- Your objective
Repeat exactly each line of the data provided below.

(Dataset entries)
****************

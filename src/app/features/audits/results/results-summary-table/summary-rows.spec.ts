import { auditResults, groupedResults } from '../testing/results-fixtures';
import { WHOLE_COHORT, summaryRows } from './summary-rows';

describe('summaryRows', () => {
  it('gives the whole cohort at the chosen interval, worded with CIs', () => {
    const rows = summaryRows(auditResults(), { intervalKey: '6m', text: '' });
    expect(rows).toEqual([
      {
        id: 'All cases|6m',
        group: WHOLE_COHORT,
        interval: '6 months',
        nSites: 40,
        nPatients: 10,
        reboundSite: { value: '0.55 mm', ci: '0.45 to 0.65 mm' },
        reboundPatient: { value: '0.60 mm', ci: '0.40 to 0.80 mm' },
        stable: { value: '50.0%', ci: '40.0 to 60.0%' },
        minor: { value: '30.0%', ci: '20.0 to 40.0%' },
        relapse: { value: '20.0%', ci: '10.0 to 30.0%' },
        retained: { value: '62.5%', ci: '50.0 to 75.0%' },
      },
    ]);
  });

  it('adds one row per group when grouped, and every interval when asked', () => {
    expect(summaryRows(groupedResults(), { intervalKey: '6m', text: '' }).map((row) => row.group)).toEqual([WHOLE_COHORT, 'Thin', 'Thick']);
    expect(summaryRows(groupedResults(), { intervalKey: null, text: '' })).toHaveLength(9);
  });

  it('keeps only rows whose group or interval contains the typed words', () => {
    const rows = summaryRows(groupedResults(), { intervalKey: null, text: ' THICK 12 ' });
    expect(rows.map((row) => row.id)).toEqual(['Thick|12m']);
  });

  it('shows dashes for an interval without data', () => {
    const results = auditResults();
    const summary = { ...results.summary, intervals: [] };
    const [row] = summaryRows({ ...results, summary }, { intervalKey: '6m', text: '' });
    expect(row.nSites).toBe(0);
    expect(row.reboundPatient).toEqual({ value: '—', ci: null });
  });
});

****************

- Exercise response
filename src/app/features/audits/results/results-summary-table/summary-rows.spec.ts
import { auditResults, groupedResults } from '../testing/results-fixtures';
import { WHOLE_COHORT, summaryRows } from './summary-rows';

describe('summaryRows', () => {
  it('gives the whole cohort at the chosen interval, worded with CIs', () => {
    const rows = summaryRows(auditResults(), { intervalKey: '6m', text: '' });
    expect(rows).toEqual([
      {
        id: 'All cases|6m',
        group: WHOLE_COHORT,
        interval: '6 months',
        nSites: 40,
        nPatients: 10,
        reboundSite: { value: '0.55 mm', ci: '0.45 to 0.65 mm' },
        reboundPatient: { value: '0.60 mm', ci: '0.40 to 0.80 mm' },
        stable: { value: '50.0%', ci: '40.0 to 60.0%' },
        minor: { value: '30.0%', ci: '20.0 to 40.0%' },
        relapse: { value: '20.0%', ci: '10.0 to 30.0%' },
        retained: { value: '62.5%', ci: '50.0 to 75.0%' },
      },
    ]);
  });

  it('adds one row per group when grouped, and every interval when asked', () => {
    expect(summaryRows(groupedResults(), { intervalKey: '6m', text: '' }).map((row) => row.group)).toEqual([WHOLE_COHORT, 'Thin', 'Thick']);
    expect(summaryRows(groupedResults(), { intervalKey: null, text: '' })).toHaveLength(9);
  });

  it('keeps only rows whose group or interval contains the typed words', () => {
    const rows = summaryRows(groupedResults(), { intervalKey: null, text: ' THICK 12 ' });
    expect(rows.map((row) => row.id)).toEqual(['Thick|12m']);
  });

  it('shows dashes for an interval without data', () => {
    const results = auditResults();
    const summary = { ...results.summary, intervals: [] };
    const [row] = summaryRows({ ...results, summary }, { intervalKey: '6m', text: '' });
    expect(row.nSites).toBe(0);
    expect(row.reboundPatient).toEqual({ value: '—', ci: null });
  });
});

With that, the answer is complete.